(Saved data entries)
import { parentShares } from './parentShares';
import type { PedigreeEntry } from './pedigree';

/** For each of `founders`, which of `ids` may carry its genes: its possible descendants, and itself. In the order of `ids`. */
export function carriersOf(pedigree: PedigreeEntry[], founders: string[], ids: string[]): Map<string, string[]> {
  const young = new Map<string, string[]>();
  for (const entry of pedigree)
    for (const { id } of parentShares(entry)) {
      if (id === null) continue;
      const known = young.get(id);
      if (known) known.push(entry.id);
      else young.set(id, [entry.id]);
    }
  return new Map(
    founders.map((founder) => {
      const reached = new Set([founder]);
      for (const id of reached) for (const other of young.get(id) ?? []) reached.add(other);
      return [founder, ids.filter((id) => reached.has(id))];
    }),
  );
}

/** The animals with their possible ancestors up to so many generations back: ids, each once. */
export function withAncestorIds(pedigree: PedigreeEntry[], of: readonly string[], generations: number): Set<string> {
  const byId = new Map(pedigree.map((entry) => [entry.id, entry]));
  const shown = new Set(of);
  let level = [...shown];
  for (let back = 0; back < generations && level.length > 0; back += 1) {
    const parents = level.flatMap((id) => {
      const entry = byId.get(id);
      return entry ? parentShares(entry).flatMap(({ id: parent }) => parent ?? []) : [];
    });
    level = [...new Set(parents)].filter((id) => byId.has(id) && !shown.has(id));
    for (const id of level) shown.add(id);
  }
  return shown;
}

→ **Exercise requirements**:
Using only the entries above, output the line with "const reached = new Set([founder]);", the line with "for (let back", and all lines between them, exactly as they stand.

→ **Response area**:
      const reached = new Set([founder]);
      for (const id of reached) for (const other of young.get(id) ?? []) reached.add(other);
      return [founder, ids.filter((id) => reached.has(id))];
    }),
  );
}

/** The animals with their possible ancestors up to so many generations back: ids, each once. */
export function withAncestorIds(pedigree: PedigreeEntry[], of: readonly string[], generations: number): Set<string> {
  const byId = new Map(pedigree.map((entry) => [entry.id, entry]));
  const shown = new Set(of);
  let level = [...shown];
  for (let back = 0; back < generations && level.length > 0; back += 1) {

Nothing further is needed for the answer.